> _AIM OF THE TASK_: Transcribe the entries below exactly.

> _MATERIAL FOR THIS EXERCISE_:
++++++++

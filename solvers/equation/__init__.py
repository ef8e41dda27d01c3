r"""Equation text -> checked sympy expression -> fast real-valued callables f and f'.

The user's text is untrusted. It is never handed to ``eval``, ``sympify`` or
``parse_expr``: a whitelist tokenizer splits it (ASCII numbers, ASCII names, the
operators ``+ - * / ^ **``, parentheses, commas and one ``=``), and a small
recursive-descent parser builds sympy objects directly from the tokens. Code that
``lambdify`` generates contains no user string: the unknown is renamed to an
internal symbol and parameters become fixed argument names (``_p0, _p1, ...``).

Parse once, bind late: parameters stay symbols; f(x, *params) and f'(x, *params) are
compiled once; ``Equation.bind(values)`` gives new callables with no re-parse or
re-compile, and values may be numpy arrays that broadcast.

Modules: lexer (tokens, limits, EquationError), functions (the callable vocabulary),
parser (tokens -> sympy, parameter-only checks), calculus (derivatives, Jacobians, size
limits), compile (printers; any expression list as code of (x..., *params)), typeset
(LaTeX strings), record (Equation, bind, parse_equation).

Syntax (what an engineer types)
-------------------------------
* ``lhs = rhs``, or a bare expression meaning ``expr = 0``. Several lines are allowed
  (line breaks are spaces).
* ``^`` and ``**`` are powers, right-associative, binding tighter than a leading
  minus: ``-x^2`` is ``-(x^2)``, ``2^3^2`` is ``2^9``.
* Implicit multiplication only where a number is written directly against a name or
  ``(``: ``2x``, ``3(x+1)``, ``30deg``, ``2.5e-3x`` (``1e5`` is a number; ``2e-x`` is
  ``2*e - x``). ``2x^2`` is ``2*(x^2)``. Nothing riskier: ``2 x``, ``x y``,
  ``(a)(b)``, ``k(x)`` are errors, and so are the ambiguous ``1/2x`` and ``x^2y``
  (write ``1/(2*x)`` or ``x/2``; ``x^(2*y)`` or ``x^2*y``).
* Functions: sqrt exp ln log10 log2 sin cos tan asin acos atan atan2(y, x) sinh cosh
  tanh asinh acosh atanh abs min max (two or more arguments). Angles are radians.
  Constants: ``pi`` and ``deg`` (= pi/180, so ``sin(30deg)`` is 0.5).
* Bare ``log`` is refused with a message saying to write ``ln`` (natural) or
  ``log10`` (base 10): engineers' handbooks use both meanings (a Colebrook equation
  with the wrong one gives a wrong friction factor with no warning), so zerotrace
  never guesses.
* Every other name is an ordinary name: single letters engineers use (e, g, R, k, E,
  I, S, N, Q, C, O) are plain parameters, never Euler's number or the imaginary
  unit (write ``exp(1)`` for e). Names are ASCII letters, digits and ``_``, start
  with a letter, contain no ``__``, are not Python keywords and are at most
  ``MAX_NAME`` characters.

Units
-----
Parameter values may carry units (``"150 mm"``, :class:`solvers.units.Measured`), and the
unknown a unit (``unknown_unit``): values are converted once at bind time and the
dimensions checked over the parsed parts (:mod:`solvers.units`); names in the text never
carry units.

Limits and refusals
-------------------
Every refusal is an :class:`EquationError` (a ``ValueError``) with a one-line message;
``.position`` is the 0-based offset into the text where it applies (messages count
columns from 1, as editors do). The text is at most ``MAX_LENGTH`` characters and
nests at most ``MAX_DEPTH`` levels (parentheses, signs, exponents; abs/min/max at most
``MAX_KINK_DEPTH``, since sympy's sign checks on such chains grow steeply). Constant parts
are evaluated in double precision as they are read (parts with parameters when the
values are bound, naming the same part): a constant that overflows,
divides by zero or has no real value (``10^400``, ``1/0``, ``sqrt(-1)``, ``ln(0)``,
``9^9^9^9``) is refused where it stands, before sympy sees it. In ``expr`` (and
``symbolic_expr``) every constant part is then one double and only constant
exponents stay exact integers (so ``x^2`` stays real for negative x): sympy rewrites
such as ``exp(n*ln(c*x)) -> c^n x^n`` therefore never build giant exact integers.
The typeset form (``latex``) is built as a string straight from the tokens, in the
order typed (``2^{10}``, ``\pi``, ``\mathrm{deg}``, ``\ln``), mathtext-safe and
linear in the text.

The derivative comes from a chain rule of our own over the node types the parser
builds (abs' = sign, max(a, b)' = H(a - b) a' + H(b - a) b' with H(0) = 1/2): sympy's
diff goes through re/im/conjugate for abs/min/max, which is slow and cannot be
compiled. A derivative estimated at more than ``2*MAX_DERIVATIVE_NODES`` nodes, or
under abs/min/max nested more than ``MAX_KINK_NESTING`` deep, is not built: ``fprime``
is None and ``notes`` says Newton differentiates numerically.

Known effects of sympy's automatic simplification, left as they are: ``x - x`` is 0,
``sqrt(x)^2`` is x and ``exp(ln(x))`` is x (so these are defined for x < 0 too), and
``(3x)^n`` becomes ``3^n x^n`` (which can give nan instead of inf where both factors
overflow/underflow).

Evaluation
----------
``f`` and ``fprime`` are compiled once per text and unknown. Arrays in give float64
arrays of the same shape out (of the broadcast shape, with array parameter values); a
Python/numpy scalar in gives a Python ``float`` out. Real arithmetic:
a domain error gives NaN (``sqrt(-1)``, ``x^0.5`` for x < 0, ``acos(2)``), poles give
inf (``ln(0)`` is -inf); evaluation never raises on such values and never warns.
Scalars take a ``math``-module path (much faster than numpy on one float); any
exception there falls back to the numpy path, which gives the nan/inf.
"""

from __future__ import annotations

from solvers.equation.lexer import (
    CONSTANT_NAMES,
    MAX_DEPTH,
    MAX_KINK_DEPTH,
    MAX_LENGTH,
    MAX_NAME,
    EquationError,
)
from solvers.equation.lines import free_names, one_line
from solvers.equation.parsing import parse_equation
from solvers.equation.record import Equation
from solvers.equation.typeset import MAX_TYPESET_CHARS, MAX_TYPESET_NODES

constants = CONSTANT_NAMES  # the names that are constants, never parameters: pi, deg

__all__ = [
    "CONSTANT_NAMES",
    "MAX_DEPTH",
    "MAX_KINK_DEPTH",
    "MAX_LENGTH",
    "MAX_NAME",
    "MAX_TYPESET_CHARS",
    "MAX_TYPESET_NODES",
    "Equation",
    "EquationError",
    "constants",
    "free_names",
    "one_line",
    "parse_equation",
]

++++++++

> _EXERCISE OUTPUT_:
filename solvers/equation/__init__.py
repository ef8e41dda27d01c3
r"""Equation text -> checked sympy expression -> fast real-valued callables f and f'.

The user's text is untrusted. It is never handed to ``eval``, ``sympify`` or
``parse_expr``: a whitelist tokenizer splits it (ASCII numbers, ASCII names, the
operators ``+ - * / ^ **``, parentheses, commas and one ``=``), and a small
recursive-descent parser builds sympy objects directly from the tokens. Code that
``lambdify`` generates contains no user string: the unknown is renamed to an
internal symbol and parameters become fixed argument names (``_p0, _p1, ...``).

Parse once, bind late: parameters stay symbols; f(x, *params) and f'(x, *params) are
compiled once; ``Equation.bind(values)`` gives new callables with no re-parse or
re-compile, and values may be numpy arrays that broadcast.

Modules: lexer (tokens, limits, EquationError), functions (the callable vocabulary),
parser (tokens -> sympy, parameter-only checks), calculus (derivatives, Jacobians, size
limits), compile (printers; any expression list as code of (x..., *params)), typeset
(LaTeX strings), record (Equation, bind, parse_equation).

Syntax (what an engineer types)
-------------------------------
* ``lhs = rhs``, or a bare expression meaning ``expr = 0``. Several lines are allowed
  (line breaks are spaces).
* ``^`` and ``**`` are powers, right-associative, binding tighter than a leading
  minus: ``-x^2`` is ``-(x^2)``, ``2^3^2`` is ``2^9``.
* Implicit multiplication only where a number is written directly against a name or
  ``(``: ``2x``, ``3(x+1)``, ``30deg``, ``2.5e-3x`` (``1e5`` is a number; ``2e-x`` is
  ``2*e - x``). ``2x^2`` is ``2*(x^2)``. Nothing riskier: ``2 x``, ``x y``,
  ``(a)(b)``, ``k(x)`` are errors, and so are the ambiguous ``1/2x`` and ``x^2y``
  (write ``1/(2*x)`` or ``x/2``; ``x^(2*y)`` or ``x^2*y``).
* Functions: sqrt exp ln log10 log2 sin cos tan asin acos atan atan2(y, x) sinh cosh
  tanh asinh acosh atanh abs min max (two or more arguments). Angles are radians.
  Constants: ``pi`` and ``deg`` (= pi/180, so ``sin(30deg)`` is 0.5).
* Bare ``log`` is refused with a message saying to write ``ln`` (natural) or
  ``log10`` (base 10): engineers' handbooks use both meanings (a Colebrook equation
  with the wrong one gives a wrong friction factor with no warning), so zerotrace
  never guesses.
* Every other name is an ordinary name: single letters engineers use (e, g, R, k, E,
  I, S, N, Q, C, O) are plain parameters, never Euler's number or the imaginary
  unit (write ``exp(1)`` for e). Names are ASCII letters, digits and ``_``, start
  with a letter, contain no ``__``, are not Python keywords and are at most
  ``MAX_NAME`` characters.

Units
-----
Parameter values may carry units (``"150 mm"``, :class:`solvers.units.Measured`), and the
unknown a unit (``unknown_unit``): values are converted once at bind time and the
dimensions checked over the parsed parts (:mod:`solvers.units`); names in the text never
carry units.

Limits and refusals
-------------------
Every refusal is an :class:`EquationError` (a ``ValueError``) with a one-line message;
``.position`` is the 0-based offset into the text where it applies (messages count
columns from 1, as editors do). The text is at most ``MAX_LENGTH`` characters and
nests at most ``MAX_DEPTH`` levels (parentheses, signs, exponents; abs/min/max at most
``MAX_KINK_DEPTH``, since sympy's sign checks on such chains grow steeply). Constant parts
are evaluated in double precision as they are read (parts with parameters when the
values are bound, naming the same part): a constant that overflows,
divides by zero or has no real value (``10^400``, ``1/0``, ``sqrt(-1)``, ``ln(0)``,
``9^9^9^9``) is refused where it stands, before sympy sees it. In ``expr`` (and
``symbolic_expr``) every constant part is then one double and only constant
exponents stay exact integers (so ``x^2`` stays real for negative x): sympy rewrites
such as ``exp(n*ln(c*x)) -> c^n x^n`` therefore never build giant exact integers.
The typeset form (``latex``) is built as a string straight from the tokens, in the
order typed (``2^{10}``, ``\pi``, ``\mathrm{deg}``, ``\ln``), mathtext-safe and
linear in the text.

The derivative comes from a chain rule of our own over the node types the parser
builds (abs' = sign, max(a, b)' = H(a - b) a' + H(b - a) b' with H(0) = 1/2): sympy's
diff goes through re/im/conjugate for abs/min/max, which is slow and cannot be
compiled. A derivative estimated at more than ``2*MAX_DERIVATIVE_NODES`` nodes, or
under abs/min/max nested more than ``MAX_KINK_NESTING`` deep, is not built: ``fprime``
is None and ``notes`` says Newton differentiates numerically.

Known effects of sympy's automatic simplification, left as they are: ``x - x`` is 0,
``sqrt(x)^2`` is x and ``exp(ln(x))`` is x (so these are defined for x < 0 too), and
``(3x)^n`` becomes ``3^n x^n`` (which can give nan instead of inf where both factors
overflow/underflow).

Evaluation
----------
``f`` and ``fprime`` are compiled once per text and unknown. Arrays in give float64
arrays of the same shape out (of the broadcast shape, with array parameter values); a
Python/numpy scalar in gives a Python ``float`` out. Real arithmetic:
a domain error gives NaN (``sqrt(-1)``, ``x^0.5`` for x < 0, ``acos(2)``), poles give
inf (``ln(0)`` is -inf); evaluation never raises on such values and never warns.
Scalars take a ``math``-module path (much faster than numpy on one float); any
exception there falls back to the numpy path, which gives the nan/inf.
"""

from __future__ import annotations

from solvers.equation.lexer import (
    CONSTANT_NAMES,
    MAX_DEPTH,
    MAX_KINK_DEPTH,
    MAX_LENGTH,
    MAX_NAME,
    EquationError,
)
from solvers.equation.lines import free_names, one_line
from solvers.equation.parsing import parse_equation
from solvers.equation.record import Equation
from solvers.equation.typeset import MAX_TYPESET_CHARS, MAX_TYPESET_NODES

constants = CONSTANT_NAMES  # the names that are constants, never parameters: pi, deg

__all__ = [
    "CONSTANT_NAMES",
    "MAX_DEPTH",
    "MAX_KINK_DEPTH",
    "MAX_LENGTH",
    "MAX_NAME",
    "MAX_TYPESET_CHARS",
    "MAX_TYPESET_NODES",
    "Equation",
    "EquationError",
    "constants",
    "free_names",
    "one_line",
    "parse_equation",
]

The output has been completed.